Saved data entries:
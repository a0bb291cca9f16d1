package sfh

import (
	"fmt"
	"math"
	"slices"
	"strconv"

	"spinpop/internal/registry"
)

// A kind of history part makes itself known to the scenario format in one
// place: a KindSpec handed to RegisterKind. The scenario format learns from
// the registry which kinds [history.<part>] takes, their keys with units,
// defaults and ranges, which keys a fit may move, and how to build the
// Component; nothing outside this package names a kind.

// Role says how a part enters a history.
type Role int

const (
	// Smooth parts share the mass that episodes leave, by their weight.
	Smooth Role = iota
	// Episode parts take their own share of all mass formed (a burst).
	Episode
	// Modulation parts multiply the whole rate (a dip).
	Modulation
)

// KindSpec describes one kind of history part.
type KindSpec struct {
	Name  string // the value of kind, e.g. "burst"
	Label string // in a few words, e.g. "Gaussian burst"
	Role  Role
	// Keys are the part's keys besides kind (a Smooth kind lists weight
	// too). Their names carry their units.
	Keys []KindKey
	// New builds the component and its weight (0 unless Smooth) from the
	// part's values, which have passed the keys' checks.
	New func(v Values) (Component, float64)
	// Check, if set, checks rules between the part's keys (e.g. one rate
	// per bin); maxAgeGyr is the history's. It names the key at fault.
	Check func(v Values, maxAgeGyr float64) *KeyError
	// Caveats say what to keep in mind when using the kind.
	Caveats []string
}

// KindKey is one key of a kind of part.
type KindKey struct {
	Name, Doc string
	Required  bool    // no default: the part must give it
	Default   float64 // for a scalar key that is not Required
	Array     bool    // an array of numbers rather than one number
	// Scalar range: Min and Max, each inclusive unless MinOpen / MaxOpen;
	// MaxIsAge makes Max the history's maximum age. NonZero excludes 0.
	Min, Max         float64
	MinOpen, MaxOpen bool
	MaxIsAge         bool
	NonZero          bool
	Why              string
	// Free says a fit may move the key (see History.Params).
	Free bool
}

// Values are a part's key values as a scenario gives them.
type Values interface {
	Float(key string) float64
	Array(key string) []float64
}

// KeyError is a bad value of one key of a part.
type KeyError struct {
	Key string
	Msg string // follows the key's path: "has 1 values but ..."
}

func (e *KeyError) Error() string { return e.Key + " " + e.Msg }

var kinds = registry.New(func(k KindSpec) string { return k.Name })

// RegisterKind adds a kind of part; its name must be new.
func RegisterKind(k KindSpec) error {
	if k.New == nil {
		return fmt.Errorf("sfh: kind %q needs a constructor", k.Name)
	}
	if err := kinds.Add(k, nil); err != nil {
		return fmt.Errorf("sfh: kind: %w", err)
	}
	return nil
}

// Kinds returns the registered kinds in registration order.
func Kinds() []KindSpec { return kinds.All() }

// LookupKind returns the kind registered under name.
func LookupKind(name string) (KindSpec, bool) { return kinds.Lookup(name) }

// KeyNames lists the kind's keys, sorted.
func (k KindSpec) KeyNames() []string {
	out := make([]string, len(k.Keys))
	for i, key := range k.Keys {
		out[i] = key.Name
	}
	slices.Sort(out)
	return out
}

// Key returns the kind's key of that name.
func (k KindSpec) Key(name string) (KindKey, bool) {
	for _, key := range k.Keys {
		if key.Name == name {
			return key, true
		}
	}
	return KindKey{}, false
}

// FreeKeys lists the keys a fit may move, sorted, for a part with v's
// values (a bins part frees one rate per bin).
func (k KindSpec) FreeKeys(v Values) []string {
	var out []string
	for _, key := range k.Keys {
		if key.Free {
			out = append(out, key.Name)
		}
	}
	if k.Name == "bins" {
		for i := range v.Array("rates") {
			out = append(out, fmt.Sprintf("rate_%d", i))
		}
	}
	slices.Sort(out)
	return out
}

// Range returns the interval a scalar key takes in a history of maximum
// age maxAgeGyr.
func (key KindKey) Range(maxAgeGyr float64) (lo, hi float64, loOpen, hiOpen bool) {
	hi = key.Max
	if key.MaxIsAge {
		hi = maxAgeGyr
	}
	return key.Min, hi, key.MinOpen, key.MaxOpen
}

var inf = math.Inf(1)

// The built-in kinds, in the order messages list them.
func init() {
	weight := KindKey{Name: "weight", Doc: "relative share of the mass that bursts leave", Default: 1, Min: 0, Max: inf, Free: true}
	age := KindKey{Name: "age_gyr", Doc: "centre in lookback age", Required: true, Min: 0, MaxIsAge: true, Free: true,
		Why: "the centre must lie within the history, up to history.max_age_gyr"}
	width := KindKey{Name: "width_gyr", Doc: "Gaussian sigma", Required: true, Min: 0, MinOpen: true, Max: inf, Free: true}
	for _, k := range []KindSpec{
		{Name: "constant", Label: "constant rate", Role: Smooth, Keys: []KindKey{weight},
			New: func(v Values) (Component, float64) { return Constant{}, v.Float("weight") }},
		{Name: "exponential", Label: "exponential in cosmic time", Role: Smooth, Keys: []KindKey{
			{Name: "timescale_gyr", Doc: "e-folding time in cosmic time; positive declines toward the present, negative rises", Required: true,
				Min: -inf, Max: inf, NonZero: true, Free: true, Why: "positive declines toward the present, negative rises"},
			weight},
			New: func(v Values) (Component, float64) {
				return Exponential{TimescaleGyr: v.Float("timescale_gyr")}, v.Float("weight")
			}},
		{Name: "burst", Label: "Gaussian burst", Role: Episode, Keys: []KindKey{age, width,
			{Name: "mass_fraction", Doc: "share of all mass formed", Required: true, Min: 0, Max: 1, Free: true}},
			New: func(v Values) (Component, float64) {
				return Burst{AgeGyr: v.Float("age_gyr"), WidthGyr: v.Float("width_gyr"), MassFraction: v.Float("mass_fraction")}, 0
			}},
		{Name: "dip", Label: "suppression", Role: Modulation, Keys: []KindKey{age, width,
			{Name: "depth", Doc: "fractional suppression at the centre", Required: true, Min: 0, Max: 1, Free: true}},
			New: func(v Values) (Component, float64) {
				return Dip{AgeGyr: v.Float("age_gyr"), WidthGyr: v.Float("width_gyr"), Depth: v.Float("depth")}, 0
			}},
		{Name: "bins", Label: "piecewise-constant rate", Role: Smooth, Keys: []KindKey{
			{Name: "edges_gyr", Doc: "increasing lookback-age edges", Required: true, Array: true},
			{Name: "rates", Doc: "relative rate per bin", Required: true, Array: true},
			weight},
			New: func(v Values) (Component, float64) {
				return Piecewise{EdgesGyr: v.Array("edges_gyr"), Rates: v.Array("rates")}, v.Float("weight")
			},
			Check: checkBins},
	} {
		if err := RegisterKind(k); err != nil {
			panic(err)
		}
	}
}

// checkBins checks a bins part: edges strictly increasing within the
// history, one non-negative rate per bin, not all zero.
func checkBins(v Values, maxAgeGyr float64) *KeyError {
	edges, rates := v.Array("edges_gyr"), v.Array("rates")
	if len(edges) < 2 {
		return &KeyError{"edges_gyr", fmt.Sprintf("has %d edges; at least 2 are needed to make a bin", len(edges))}
	}
	for i := 1; i < len(edges); i++ {
		if !(edges[i] > edges[i-1]) {
			return &KeyError{"edges_gyr", fmt.Sprintf("must be strictly increasing, but element %d (%s) is not above element %d (%s)",
				i+1, formatNumber(edges[i]), i, formatNumber(edges[i-1]))}
		}
	}
	if first, last := edges[0], edges[len(edges)-1]; first < 0 || last > maxAgeGyr {
		return &KeyError{"edges_gyr", fmt.Sprintf("runs from %s to %s Gyr; it must lie within [0, history.max_age_gyr = %s]",
			formatNumber(first), formatNumber(last), formatNumber(maxAgeGyr))}
	}
	if len(rates) != len(edges)-1 {
		return &KeyError{"rates", fmt.Sprintf("has %d values but edges_gyr defines %d bins; give one rate per bin", len(rates), len(edges)-1)}
	}
	sum := 0.0
	for i, r := range rates {
		if r < 0 {
			return &KeyError{"rates", fmt.Sprintf("element %d is %s; rates must be ≥ 0", i+1, formatNumber(r))}
		}
		sum += r
	}
	if sum <= 0 {
		return &KeyError{"rates", "are all zero; at least one rate must be positive"}
	}
	return nil
}

// formatNumber is the shortest decimal that reads back as x, whole numbers
// without an exponent.
func formatNumber(x float64) string {
	if x == 0 {
		return "0"
	}
	if x == math.Trunc(x) && math.Abs(x) < 1e15 {
		return strconv.FormatFloat(x, 'f', -1, 64)
	}
	return strconv.FormatFloat(x, 'g', -1, 64)
}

### Work instruction
In the entries, find every line holding "type" and copy it.

### Solution for this exercise
type Role int
type KindSpec struct {
type KindKey struct {
type Values interface {
type KeyError struct {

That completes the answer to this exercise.